Task to complete: Report each line of the entries that includes "drawing" by copying it.

Exercise materials:

--------

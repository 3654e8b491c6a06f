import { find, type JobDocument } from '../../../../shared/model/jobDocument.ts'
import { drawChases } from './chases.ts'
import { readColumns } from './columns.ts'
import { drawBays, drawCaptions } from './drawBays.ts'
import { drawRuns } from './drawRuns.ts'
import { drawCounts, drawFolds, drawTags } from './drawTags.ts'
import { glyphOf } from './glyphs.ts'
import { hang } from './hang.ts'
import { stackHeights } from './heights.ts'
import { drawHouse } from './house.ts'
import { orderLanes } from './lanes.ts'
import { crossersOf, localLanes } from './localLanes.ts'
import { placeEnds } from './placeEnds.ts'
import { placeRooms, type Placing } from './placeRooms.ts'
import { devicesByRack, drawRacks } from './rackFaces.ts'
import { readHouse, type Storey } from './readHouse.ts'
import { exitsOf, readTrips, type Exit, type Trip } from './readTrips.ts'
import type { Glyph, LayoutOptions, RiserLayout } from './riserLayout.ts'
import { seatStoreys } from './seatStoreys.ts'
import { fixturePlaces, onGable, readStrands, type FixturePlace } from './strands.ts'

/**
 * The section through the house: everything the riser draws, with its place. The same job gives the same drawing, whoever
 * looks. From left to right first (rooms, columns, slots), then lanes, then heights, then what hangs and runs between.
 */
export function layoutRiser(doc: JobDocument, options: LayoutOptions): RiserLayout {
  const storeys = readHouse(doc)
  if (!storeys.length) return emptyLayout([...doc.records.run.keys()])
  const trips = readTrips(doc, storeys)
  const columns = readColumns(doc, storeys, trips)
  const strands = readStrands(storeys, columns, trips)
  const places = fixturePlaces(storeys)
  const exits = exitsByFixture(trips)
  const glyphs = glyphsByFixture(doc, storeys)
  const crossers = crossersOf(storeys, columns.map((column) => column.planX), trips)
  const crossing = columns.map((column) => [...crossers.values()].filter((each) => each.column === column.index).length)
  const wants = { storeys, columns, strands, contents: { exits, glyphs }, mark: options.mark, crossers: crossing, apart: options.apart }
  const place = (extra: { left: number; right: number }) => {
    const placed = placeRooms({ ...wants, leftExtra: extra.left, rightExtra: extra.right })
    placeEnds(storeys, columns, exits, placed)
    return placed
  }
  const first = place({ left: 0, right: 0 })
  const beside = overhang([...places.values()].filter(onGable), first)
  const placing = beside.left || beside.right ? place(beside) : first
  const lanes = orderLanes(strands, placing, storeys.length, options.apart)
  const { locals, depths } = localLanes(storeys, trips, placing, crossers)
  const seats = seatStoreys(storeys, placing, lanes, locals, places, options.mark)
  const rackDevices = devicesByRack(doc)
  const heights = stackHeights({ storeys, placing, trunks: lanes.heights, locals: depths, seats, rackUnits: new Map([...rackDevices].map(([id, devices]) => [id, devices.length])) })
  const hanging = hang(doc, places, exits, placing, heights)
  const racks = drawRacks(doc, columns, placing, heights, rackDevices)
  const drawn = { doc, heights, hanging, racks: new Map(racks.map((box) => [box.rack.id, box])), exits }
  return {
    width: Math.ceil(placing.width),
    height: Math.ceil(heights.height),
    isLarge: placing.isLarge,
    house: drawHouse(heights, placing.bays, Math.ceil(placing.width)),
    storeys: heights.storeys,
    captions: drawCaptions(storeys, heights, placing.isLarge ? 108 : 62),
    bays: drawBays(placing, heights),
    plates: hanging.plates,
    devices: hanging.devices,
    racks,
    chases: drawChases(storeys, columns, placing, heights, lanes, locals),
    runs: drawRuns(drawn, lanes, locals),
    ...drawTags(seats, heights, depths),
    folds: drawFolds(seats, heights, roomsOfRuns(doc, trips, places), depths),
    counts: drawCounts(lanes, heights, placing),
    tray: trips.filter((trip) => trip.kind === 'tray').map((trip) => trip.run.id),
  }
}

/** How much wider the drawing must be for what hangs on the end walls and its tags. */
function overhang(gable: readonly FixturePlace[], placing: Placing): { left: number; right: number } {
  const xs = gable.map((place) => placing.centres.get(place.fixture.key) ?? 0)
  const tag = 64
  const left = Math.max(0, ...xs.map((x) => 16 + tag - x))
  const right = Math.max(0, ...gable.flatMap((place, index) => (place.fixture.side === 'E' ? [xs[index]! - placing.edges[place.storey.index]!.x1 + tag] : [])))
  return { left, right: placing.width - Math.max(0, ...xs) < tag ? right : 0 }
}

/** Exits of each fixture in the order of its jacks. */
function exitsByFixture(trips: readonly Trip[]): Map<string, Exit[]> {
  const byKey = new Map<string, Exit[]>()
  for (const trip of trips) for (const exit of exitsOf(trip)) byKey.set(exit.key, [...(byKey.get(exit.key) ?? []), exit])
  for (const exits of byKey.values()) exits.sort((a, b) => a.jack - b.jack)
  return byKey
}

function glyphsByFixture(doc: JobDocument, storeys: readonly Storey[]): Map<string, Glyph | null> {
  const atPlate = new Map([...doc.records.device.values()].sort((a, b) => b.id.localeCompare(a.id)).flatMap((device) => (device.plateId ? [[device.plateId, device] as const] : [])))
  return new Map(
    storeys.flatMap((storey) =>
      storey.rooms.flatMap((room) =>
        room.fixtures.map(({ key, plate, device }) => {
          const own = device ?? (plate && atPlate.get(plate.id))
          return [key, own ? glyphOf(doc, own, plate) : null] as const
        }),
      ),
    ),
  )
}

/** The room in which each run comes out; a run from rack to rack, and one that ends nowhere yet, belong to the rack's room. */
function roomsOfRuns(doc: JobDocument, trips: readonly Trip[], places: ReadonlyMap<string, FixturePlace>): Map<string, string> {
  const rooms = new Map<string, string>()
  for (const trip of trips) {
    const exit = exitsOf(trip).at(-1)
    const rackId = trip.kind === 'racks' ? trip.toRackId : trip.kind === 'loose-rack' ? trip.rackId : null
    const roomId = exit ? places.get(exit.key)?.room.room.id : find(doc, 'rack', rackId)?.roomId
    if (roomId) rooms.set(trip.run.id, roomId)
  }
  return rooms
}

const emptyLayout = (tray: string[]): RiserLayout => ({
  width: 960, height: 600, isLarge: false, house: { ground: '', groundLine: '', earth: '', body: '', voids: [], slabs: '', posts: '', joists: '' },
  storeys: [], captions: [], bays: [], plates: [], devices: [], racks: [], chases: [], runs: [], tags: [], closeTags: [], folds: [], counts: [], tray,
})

--------

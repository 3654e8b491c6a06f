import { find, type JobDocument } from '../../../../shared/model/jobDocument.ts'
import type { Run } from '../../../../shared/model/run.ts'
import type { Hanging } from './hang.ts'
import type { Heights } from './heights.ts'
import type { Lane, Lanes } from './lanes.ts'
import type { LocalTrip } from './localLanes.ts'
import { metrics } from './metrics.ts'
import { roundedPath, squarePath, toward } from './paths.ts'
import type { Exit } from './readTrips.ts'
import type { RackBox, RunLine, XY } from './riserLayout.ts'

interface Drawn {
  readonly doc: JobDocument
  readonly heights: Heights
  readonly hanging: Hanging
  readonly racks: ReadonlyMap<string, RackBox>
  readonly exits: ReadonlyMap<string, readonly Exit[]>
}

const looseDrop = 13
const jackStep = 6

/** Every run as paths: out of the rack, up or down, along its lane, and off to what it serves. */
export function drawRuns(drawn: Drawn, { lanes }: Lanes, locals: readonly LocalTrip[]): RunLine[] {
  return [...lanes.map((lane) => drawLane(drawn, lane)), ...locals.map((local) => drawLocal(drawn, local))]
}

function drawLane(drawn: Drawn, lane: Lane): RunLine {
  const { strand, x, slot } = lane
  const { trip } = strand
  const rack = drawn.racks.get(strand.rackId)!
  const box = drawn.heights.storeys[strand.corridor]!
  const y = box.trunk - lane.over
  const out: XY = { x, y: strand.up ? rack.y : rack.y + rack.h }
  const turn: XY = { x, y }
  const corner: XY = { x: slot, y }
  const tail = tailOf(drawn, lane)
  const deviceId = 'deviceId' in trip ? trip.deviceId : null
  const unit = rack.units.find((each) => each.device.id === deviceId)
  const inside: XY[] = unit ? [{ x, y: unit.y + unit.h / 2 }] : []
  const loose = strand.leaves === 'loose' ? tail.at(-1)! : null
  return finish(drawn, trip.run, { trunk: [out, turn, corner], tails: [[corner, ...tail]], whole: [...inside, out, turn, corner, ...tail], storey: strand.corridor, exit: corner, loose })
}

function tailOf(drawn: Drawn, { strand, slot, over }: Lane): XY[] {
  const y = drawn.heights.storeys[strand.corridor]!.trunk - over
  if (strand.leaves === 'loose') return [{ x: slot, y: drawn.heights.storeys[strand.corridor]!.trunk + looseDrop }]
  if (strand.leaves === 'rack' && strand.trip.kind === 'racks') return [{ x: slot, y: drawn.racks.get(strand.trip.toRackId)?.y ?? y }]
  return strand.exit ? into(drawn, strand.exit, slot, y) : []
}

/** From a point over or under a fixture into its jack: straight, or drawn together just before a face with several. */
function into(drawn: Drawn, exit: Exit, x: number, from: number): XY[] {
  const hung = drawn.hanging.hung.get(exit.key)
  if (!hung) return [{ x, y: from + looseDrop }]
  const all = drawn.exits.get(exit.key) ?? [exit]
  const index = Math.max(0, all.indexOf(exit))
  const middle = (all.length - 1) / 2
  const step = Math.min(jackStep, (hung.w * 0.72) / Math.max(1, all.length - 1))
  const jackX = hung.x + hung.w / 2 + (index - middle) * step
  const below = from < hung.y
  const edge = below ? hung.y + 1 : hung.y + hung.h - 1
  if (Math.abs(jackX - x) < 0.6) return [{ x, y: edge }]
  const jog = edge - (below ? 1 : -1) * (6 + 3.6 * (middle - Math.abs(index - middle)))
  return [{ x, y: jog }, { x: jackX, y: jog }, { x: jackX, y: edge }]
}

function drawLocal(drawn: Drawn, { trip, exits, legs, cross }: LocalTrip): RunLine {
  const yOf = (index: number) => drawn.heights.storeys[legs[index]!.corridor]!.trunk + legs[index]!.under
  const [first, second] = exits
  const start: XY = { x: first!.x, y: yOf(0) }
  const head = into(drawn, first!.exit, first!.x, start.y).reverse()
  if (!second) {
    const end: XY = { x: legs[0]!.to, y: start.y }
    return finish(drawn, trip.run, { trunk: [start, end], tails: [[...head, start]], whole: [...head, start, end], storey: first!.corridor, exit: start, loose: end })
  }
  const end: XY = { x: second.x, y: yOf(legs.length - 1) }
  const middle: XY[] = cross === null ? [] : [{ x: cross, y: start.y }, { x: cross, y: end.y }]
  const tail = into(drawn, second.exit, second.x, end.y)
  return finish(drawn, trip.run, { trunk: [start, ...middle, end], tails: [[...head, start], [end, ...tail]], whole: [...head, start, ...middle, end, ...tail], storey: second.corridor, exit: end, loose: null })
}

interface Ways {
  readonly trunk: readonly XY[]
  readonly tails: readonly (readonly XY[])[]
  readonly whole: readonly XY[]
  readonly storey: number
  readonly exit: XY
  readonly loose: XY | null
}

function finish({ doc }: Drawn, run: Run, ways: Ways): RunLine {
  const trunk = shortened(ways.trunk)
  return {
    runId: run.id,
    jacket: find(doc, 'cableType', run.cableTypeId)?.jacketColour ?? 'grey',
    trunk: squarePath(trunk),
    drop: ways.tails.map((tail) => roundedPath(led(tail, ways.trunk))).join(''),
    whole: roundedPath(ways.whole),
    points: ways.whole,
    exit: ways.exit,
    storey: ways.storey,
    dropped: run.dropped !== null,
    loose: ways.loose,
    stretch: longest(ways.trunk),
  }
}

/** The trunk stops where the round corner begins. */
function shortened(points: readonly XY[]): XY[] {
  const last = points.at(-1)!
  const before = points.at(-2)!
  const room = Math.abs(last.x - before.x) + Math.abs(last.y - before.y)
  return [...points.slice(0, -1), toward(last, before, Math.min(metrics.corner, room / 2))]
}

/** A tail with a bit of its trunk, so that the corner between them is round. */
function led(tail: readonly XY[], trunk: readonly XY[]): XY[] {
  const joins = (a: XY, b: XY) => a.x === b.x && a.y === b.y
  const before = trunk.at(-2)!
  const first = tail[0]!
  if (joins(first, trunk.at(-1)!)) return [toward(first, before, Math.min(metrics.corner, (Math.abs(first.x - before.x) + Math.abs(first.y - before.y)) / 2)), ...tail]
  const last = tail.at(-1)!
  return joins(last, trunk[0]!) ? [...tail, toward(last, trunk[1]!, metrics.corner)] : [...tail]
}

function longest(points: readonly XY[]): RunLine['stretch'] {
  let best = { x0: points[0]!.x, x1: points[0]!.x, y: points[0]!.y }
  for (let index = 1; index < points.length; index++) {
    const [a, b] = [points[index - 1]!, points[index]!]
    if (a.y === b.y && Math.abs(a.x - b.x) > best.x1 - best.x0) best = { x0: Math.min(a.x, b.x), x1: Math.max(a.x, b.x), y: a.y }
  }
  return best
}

--------

The answer:
 * The section through the house: everything the riser draws, with its place. The same job gives the same drawing, whoever
/** How much wider the drawing must be for what hangs on the end walls and its tags. */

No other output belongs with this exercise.